Pero perforar tierras de la ANWR tendrá un impacto escasamente discernible en los suministros actuales de petróleo. Y eso lo saben muy bien los partidarios de la explotación de crudo. Eso nunca funcionará. Alcanza con ver el comportamiento del mercado. Los precios suben pese a que se anuncian nuevas fuentes de crudo. Basta ver el boom petrolero en Alberta, Canadá. Petróleo de Alberta ha comenzado a abastecer refinerías de Estados Unidos. En la actualidad, Canadá es el principal abastecedor de petróleo a Estados Unidos, superando inclusive a Arabia Saudí. Lo que está impulsando la propuesta de ANWR no son los hechos, sino una pura doctrina de choque. La crisis petrolera ha creado condiciones en las cuales es posible vender políticas previamente imposibles de vender, pero que producen grandes réditos.
Vinculada de manera íntima con el precio del petróleo está la crisis global de alimentos. No sólo el alto precio de los combustibles aumenta el costo de la comida. Además, el boom de los agrocombustibles ha hecho borrosa la línea entre alimentos y combustible, alentando una especulación rampante y desalojando a los campesinos de sus tierras.
Los gobiernos de varios países latinoamericanos se han visto obligados a reexaminar lo que ocurre con los agrocombustibles y a reconocer que la comida es un derecho humano, no simplemente una materia prima. Pero el subsecretario de Estado norteamericano John Negroponte tiene otras ideas. En un discurso donde exaltó el compromiso de Estados Unidos para ofrecer ayuda alimenticia a naciones en crisis, también pidió que los países bajen “sus restricciones a la exportación” y eliminen “barreras para usar tecnologías de producción innovadoras en plantas y animales, incluida la biotecnología”.

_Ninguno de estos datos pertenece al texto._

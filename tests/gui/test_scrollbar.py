"""ventset.gui.scrollbar against Qt's own QScrollBar (the outside reference): a remembered image shows the same
pixels the style draws for the same state, a changed state is drawn afresh, and the images kept are bounded."""

import pytest
from PySide6.QtCore import QPoint, Qt
from PySide6.QtGui import QColor, QPalette
from PySide6.QtWidgets import QScrollBar, QWidget

from ventset.gui.scrollbar import KEEP, RememberedScrollBar


def _pair(qtbot, orientation, size):
    host = QWidget()
    qtbot.addWidget(host)
    host.resize(size[0] * 2 + 10, size[1] + 10)
    ref, ours = QScrollBar(orientation, host), RememberedScrollBar(orientation, host)
    ref.setGeometry(0, 0, *size)
    ours.setGeometry(size[0] + 10, 0, *size)
    host.show()
    qtbot.waitExposed(host)
    return host, ref, ours


def _same(ref, ours) -> bool:
    return ref.grab().toImage() == ours.grab().toImage()


@pytest.mark.parametrize("orientation,size", [(Qt.Orientation.Vertical, (14, 748)),
                                              (Qt.Orientation.Horizontal, (300, 14))])
def test_each_state_shows_what_the_style_draws(qtbot, orientation, size):
    host, ref, ours = _pair(qtbot, orientation, size)
    states = [(0, 516, 700, 0), (0, 530, 700, 0), (0, 516, 700, 0), (0, 530, 700, 120), (0, 0, 700, 0)]
    for lo, hi, page, value in states:  # heights come back: the third is shown from the image of the first
        for bar in (ref, ours):
            bar.setRange(lo, hi)
            bar.setPageStep(page)
            bar.setValue(value)
        assert _same(ref, ours), (lo, hi, page, value)


def test_a_new_palette_is_drawn_afresh(qtbot):
    host, ref, ours = _pair(qtbot, Qt.Orientation.Vertical, (14, 300))
    for bar in (ref, ours):
        bar.setRange(0, 100)
    assert _same(ref, ours)
    pal = QPalette(ours.palette())
    pal.setColor(QPalette.ColorRole.Button, QColor("#334455"))
    pal.setColor(QPalette.ColorRole.Window, QColor("#223344"))
    for bar in (ref, ours):
        bar.setPalette(pal)
    assert _same(ref, ours)


def test_images_kept_are_bounded(qtbot):
    host, _, ours = _pair(qtbot, Qt.Orientation.Vertical, (14, 300))
    for hi in range(0, 40 * 10, 10):
        ours.setRange(0, hi)
        ours.grab()
    assert len(ours._images) == KEEP


def test_under_the_pointer_the_style_draws_it(qtbot, monkeypatch):
    """Hover and pressed looks come from state Qt keeps to itself: no image is made or used then."""
    host, ref, ours = _pair(qtbot, Qt.Orientation.Vertical, (14, 300))
    ours.setRange(0, 100)
    monkeypatch.setattr(RememberedScrollBar, "underMouse", lambda self: True)
    ours._images.clear()
    ours.grab(ours.rect().translated(QPoint(0, 0)))
    assert ours._images == {}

El mensaje fue claro: los países pobres tienen que abrir sus mercados agrícolas a los productos de Estados Unidos y a sus semillas genéticamente modificadas, o de lo contrario perderán la ayuda.

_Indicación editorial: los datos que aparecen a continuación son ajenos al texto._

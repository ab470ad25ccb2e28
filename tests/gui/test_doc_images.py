"""Screenshots for docs/user-guide.md, checked to be real pictures (not blank) on every run.

They are written to a temporary folder; with VENTSET_DOC_IMAGES=1 they also replace docs/images/.
"""

from __future__ import annotations

import os
from pathlib import Path

import numpy as np
import pytest
from PySide6.QtGui import QImage

from tests.gui.conftest import settle
from ventset.cli import build_parser, request_from_args
from ventset.library import load_library

DOCS = Path(__file__).resolve().parents[2] / "docs" / "images"
WRITE_DOCS = os.environ.get("VENTSET_DOC_IMAGES") == "1"

PATIENTS = {
    "patient-dog-8kg": ["--species", "dog", "--mass", "8 kg", "--name", "Biscuit (invented)", "--tube-id", "7 mm",
                        "--tube-length", "4 cm", "--apparatus", "y_piece_paediatric"],
    "patient-rabbit-hmef": ["--species", "rabbit", "--mass", "1.2 kg", "--name", "Clover (invented)", "--tube-id",
                            "2.5 mm", "--tube-length", "3 cm", "--apparatus", "hmef_paediatric", "--altitude", "600 m"],
    "patient-rabbit-neonatal-hme": ["--species", "rabbit", "--mass", "1.2 kg", "--name", "Clover (invented)",
                                    "--tube-id", "2.5 mm", "--tube-length", "3 cm", "--apparatus", "hme_neonatal",
                                    "--apparatus", "sidestream_adapter_low_dead_space", "--altitude", "600 m"],
    "patient-horse-450kg": ["--species", "horse", "--mass", "450 kg", "--name", "Marigold (invented)", "--tube-id",
                            "26 mm", "--tube-length", "12 cm", "--apparatus", "y_piece_large_animal"],
}


def _request(args):
    lib = load_library()
    return request_from_args(build_parser().parse_args(["plan", *args]), lib)


def _save(widget, name: str, tmp_path: Path) -> QImage:
    img = widget.grab().toImage()
    assert img.save(str(tmp_path / f"{name}.png"))
    if WRITE_DOCS:
        DOCS.mkdir(parents=True, exist_ok=True)
        assert img.save(str(DOCS / f"{name}.png"))
    return img


def _not_blank(img: QImage) -> None:
    img = img.convertToFormat(QImage.Format.Format_RGB32)
    arr = np.frombuffer(img.constBits(), dtype=np.uint32, count=img.bytesPerLine() // 4 * img.height())
    assert img.width() > 50 and img.height() > 30
    assert len(np.unique(arr)) > 12  # text, lines and fills, not one flat colour


@pytest.mark.parametrize("name", list(PATIENTS))
def test_patient_screenshots(name, make_window, tmp_path):
    w = make_window(_request(PATIENTS[name]))
    w.set_theme("day")
    settle(w)
    _not_blank(_save(w, name, tmp_path))


def test_part_screenshots(qtbot, make_window, tmp_path):
    w = make_window()
    w.set_theme("day")
    settle(w)
    _not_blank(_save(w, "window", tmp_path))
    p = w.controller.plan
    w.map_plot.probe_point(p.ventilation.tidal_volume_ml * 1.25, p.ventilation.rate_per_min * 1.2)
    settle(w)
    parts = {"part-inputs": w.form_scroll, "part-status": w.status, "part-settings": w.settings_panel,
             "part-cautions": w.cautions, "part-breath": w.breath_plot, "part-map": w.map_plot,
             "part-waves": w.wave_plot, "part-sensitivity": w.sens_plot, "part-notice": w.notice}
    for name, widget in parts.items():
        _not_blank(_save(widget, name, tmp_path))
    for index, name in ((1, "part-derived"), (2, "part-assumptions")):
        w.tabs.setCurrentIndex(index)
        settle(w)
        _not_blank(_save(w.tabs, name, tmp_path))
    w.tabs.setCurrentIndex(0)
    for key in ("night", "contrast"):
        w.set_theme(key)
        settle(w)
        _not_blank(_save(w, f"theme-{key}", tmp_path))
    w.set_theme("day")


def test_stale_screenshot(qtbot, make_window, tmp_path):
    w = make_window()
    w.set_theme("day")
    row = w.form.rows["mass"]
    row.edit.setFocus()
    row.edit.selectAll()
    qtbot.keyClicks(row.edit, "42,5")
    settle(w)
    assert w.controller.stale
    _not_blank(_save(w, "stale", tmp_path))


def test_acknowledgement_screenshot(qtbot, tmp_path):
    from ventset.gui.ack import AcknowledgementDialog

    dlg = AcknowledgementDialog()
    qtbot.addWidget(dlg)
    dlg.show()
    qtbot.waitExposed(dlg)
    _not_blank(_save(dlg, "acknowledgement", tmp_path))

Entre tanto, el Gobierno de Bush anunció una moratoria de hasta dos años en nuevos proyectos de energía solar en tierras federales. Eso se atribuye, al parecer, a preocupaciones ecológicas. Esa es la frontera final para el capitalismo del desastre. Nuestros líderes no invierten en tecnologías que podrían impedir un futuro caos climático.
La privatización del petróleo iraquí, el control global mediante cultivos alterados genéticamente, la reducción de las barreras comerciales y la apertura de parques nacionales son objetivos que previamente eran buscados mediante acuerdos comerciales corteses, bajo el seudónimo de la “globalización”. Ahora, esa agenda desacreditada marcha sobre las espaldas de crisis en serie y se ofrece como una medicina para un mundo dolorido.